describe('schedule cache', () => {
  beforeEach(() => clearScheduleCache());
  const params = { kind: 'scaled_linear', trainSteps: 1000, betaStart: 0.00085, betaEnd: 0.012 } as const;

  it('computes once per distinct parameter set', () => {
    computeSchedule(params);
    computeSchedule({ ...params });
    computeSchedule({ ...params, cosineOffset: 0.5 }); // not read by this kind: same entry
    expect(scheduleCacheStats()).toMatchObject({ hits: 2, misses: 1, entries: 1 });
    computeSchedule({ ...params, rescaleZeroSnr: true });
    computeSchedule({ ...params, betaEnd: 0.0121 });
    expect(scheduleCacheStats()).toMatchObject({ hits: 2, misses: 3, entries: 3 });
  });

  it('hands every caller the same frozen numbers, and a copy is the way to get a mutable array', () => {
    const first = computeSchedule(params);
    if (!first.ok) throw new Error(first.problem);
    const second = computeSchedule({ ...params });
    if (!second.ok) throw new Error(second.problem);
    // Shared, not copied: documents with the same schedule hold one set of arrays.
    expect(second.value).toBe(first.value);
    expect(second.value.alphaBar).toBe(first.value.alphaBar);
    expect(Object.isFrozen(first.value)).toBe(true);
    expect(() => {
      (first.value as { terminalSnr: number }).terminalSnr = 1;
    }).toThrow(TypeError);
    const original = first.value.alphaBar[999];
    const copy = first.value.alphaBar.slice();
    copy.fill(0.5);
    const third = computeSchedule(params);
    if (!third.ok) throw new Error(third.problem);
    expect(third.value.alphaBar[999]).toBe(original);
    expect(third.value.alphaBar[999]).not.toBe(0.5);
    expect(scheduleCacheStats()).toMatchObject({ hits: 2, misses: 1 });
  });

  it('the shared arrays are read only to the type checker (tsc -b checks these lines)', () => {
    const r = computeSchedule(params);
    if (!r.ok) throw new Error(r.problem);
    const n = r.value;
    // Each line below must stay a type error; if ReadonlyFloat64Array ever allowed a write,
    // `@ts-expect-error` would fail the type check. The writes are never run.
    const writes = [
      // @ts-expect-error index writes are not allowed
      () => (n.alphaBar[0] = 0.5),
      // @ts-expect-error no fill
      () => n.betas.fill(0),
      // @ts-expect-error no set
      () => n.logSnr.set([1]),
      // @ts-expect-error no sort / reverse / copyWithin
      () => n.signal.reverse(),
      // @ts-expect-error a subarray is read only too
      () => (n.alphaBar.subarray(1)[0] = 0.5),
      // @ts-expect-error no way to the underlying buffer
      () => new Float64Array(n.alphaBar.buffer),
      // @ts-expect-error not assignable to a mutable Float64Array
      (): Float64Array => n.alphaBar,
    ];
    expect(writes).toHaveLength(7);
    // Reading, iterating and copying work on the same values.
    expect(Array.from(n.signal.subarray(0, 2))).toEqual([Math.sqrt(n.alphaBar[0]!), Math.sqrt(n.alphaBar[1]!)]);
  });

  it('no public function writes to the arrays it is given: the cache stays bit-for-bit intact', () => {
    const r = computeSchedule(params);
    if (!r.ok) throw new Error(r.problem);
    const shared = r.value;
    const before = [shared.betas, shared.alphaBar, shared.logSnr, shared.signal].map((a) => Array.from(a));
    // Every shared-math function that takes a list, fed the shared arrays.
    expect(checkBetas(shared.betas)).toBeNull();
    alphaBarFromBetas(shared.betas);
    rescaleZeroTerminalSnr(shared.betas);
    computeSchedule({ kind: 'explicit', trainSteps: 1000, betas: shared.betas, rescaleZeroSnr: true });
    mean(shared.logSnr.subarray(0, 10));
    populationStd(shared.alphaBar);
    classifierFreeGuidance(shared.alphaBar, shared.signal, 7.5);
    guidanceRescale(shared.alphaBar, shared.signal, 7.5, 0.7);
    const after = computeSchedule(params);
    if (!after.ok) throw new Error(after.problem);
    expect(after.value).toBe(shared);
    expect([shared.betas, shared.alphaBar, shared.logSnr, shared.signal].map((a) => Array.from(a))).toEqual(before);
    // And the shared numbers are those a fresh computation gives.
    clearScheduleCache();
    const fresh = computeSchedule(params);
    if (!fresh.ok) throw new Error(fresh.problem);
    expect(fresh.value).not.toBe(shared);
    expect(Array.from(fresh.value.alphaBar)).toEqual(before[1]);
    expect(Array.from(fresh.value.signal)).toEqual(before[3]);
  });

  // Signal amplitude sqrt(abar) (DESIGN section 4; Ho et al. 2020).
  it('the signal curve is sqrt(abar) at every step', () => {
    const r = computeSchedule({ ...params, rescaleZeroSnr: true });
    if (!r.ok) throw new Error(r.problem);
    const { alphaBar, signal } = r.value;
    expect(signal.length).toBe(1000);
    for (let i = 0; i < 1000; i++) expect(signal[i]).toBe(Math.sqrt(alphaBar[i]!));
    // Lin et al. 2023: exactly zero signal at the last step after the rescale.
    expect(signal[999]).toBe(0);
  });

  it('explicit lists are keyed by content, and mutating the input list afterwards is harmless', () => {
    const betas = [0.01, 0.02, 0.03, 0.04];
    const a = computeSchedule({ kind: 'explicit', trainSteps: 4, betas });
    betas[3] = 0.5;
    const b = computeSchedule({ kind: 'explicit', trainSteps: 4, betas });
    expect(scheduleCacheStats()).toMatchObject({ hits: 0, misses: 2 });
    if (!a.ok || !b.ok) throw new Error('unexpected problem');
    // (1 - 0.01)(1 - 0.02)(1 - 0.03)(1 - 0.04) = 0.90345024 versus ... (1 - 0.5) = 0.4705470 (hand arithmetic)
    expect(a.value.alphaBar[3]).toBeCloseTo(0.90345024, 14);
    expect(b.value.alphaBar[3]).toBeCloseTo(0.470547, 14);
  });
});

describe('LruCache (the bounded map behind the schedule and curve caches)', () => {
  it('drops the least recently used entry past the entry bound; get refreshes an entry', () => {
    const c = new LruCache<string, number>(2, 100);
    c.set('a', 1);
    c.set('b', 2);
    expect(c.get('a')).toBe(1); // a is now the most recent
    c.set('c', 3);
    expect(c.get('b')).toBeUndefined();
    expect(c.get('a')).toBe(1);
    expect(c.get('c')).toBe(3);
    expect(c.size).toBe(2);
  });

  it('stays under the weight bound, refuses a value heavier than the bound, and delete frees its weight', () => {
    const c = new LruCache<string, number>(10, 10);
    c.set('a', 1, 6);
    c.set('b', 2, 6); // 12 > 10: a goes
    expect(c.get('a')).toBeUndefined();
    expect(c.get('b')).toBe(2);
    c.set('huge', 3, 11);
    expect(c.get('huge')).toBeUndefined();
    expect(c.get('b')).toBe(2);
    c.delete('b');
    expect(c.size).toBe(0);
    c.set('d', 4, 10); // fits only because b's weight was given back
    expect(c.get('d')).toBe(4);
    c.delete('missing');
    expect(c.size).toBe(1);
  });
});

◆ ◆ ◆ ◆

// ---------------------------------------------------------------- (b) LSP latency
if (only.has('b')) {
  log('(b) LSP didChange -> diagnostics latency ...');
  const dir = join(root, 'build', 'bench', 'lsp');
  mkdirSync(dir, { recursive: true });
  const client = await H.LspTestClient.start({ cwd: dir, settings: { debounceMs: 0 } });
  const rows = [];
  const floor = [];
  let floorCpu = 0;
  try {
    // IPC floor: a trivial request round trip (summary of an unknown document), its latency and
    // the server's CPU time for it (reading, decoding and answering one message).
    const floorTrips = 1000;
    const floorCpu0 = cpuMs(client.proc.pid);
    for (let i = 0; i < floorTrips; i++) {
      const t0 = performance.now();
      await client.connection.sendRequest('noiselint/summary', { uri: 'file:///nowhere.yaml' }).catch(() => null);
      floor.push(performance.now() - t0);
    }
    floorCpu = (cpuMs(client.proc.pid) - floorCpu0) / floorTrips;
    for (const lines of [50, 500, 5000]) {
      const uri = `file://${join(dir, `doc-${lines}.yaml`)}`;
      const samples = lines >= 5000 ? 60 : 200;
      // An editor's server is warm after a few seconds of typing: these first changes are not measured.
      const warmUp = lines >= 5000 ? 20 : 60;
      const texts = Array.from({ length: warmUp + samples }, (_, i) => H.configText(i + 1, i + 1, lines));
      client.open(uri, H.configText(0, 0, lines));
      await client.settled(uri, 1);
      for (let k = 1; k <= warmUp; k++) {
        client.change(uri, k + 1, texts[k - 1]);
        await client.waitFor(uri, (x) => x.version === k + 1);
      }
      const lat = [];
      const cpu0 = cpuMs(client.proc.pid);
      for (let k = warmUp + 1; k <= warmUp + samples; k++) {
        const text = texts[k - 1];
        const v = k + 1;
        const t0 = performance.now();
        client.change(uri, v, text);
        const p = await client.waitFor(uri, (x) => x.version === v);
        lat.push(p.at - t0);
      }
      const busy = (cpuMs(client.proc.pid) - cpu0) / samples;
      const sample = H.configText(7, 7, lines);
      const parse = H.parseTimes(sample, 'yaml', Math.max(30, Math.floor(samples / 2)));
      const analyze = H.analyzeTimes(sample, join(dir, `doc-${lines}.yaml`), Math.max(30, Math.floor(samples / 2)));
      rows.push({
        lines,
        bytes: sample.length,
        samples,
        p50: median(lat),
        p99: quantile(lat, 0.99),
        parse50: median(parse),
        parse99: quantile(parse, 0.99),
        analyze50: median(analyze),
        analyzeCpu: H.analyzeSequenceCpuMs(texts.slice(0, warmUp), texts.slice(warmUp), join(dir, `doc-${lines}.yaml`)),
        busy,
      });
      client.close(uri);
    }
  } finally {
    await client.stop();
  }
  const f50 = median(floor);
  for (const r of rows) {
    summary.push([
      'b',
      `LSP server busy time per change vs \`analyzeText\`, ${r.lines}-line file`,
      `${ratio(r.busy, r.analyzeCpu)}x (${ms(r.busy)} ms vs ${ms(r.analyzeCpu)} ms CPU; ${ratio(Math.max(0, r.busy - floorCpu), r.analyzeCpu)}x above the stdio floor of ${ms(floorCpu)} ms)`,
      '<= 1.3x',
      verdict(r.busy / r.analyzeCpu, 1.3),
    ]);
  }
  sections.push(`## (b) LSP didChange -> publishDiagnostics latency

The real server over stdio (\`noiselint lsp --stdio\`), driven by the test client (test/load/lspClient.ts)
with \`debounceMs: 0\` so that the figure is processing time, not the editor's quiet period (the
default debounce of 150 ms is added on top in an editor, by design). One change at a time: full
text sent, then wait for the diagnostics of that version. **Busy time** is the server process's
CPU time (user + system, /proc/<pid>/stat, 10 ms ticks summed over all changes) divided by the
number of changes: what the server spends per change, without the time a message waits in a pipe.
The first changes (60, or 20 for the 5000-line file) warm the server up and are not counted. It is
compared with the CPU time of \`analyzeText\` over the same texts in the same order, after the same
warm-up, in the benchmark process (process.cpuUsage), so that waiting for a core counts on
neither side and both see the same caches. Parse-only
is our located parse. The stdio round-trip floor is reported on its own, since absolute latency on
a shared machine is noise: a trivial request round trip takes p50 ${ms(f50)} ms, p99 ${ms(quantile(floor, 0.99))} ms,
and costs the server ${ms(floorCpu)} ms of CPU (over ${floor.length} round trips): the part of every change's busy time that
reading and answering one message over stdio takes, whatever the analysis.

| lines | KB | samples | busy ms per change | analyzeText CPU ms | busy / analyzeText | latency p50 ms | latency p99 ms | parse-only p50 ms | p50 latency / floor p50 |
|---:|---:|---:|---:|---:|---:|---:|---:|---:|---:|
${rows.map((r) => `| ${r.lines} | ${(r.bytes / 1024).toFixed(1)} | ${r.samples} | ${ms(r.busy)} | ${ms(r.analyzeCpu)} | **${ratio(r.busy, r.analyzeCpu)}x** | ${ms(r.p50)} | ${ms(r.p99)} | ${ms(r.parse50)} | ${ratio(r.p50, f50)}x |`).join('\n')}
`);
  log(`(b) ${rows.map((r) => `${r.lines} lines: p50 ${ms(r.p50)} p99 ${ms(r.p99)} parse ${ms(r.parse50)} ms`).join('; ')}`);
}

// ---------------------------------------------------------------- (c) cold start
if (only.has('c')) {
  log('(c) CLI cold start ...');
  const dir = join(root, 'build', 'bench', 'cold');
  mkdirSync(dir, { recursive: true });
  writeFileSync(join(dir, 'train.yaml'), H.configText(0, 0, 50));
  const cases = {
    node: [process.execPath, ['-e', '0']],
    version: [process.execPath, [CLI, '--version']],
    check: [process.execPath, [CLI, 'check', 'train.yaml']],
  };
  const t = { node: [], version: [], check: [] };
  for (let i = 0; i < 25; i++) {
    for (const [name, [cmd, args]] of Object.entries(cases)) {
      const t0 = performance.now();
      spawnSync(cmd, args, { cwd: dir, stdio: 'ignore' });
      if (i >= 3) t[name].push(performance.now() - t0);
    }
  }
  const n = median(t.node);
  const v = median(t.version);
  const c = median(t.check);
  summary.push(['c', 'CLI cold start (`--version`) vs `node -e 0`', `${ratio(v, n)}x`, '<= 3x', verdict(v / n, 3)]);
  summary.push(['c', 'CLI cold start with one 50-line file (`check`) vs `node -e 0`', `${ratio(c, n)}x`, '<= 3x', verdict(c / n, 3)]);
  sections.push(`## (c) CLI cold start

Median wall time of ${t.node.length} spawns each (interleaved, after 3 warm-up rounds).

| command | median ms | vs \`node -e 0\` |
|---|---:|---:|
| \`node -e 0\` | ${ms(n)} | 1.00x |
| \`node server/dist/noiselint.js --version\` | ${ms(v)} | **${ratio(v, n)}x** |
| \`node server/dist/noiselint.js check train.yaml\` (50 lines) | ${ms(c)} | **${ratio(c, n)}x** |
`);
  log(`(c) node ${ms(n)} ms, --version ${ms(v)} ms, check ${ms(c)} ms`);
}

◆ ◆ ◆ ◆

■ Exercise requirements: Check the listing above for "noiselint". Show every line where it turns up.

■ Answer:
      await client.connection.sendRequest('noiselint/summary', { uri: 'file:///nowhere.yaml' }).catch(() => null);
The real server over stdio (\`noiselint lsp --stdio\`), driven by the test client (test/load/lspClient.ts)
| \`node server/dist/noiselint.js --version\` | ${ms(v)} | **${ratio(v, n)}x** |
| \`node server/dist/noiselint.js check train.yaml\` (50 lines) | ${ms(c)} | **${ratio(c, n)}x** |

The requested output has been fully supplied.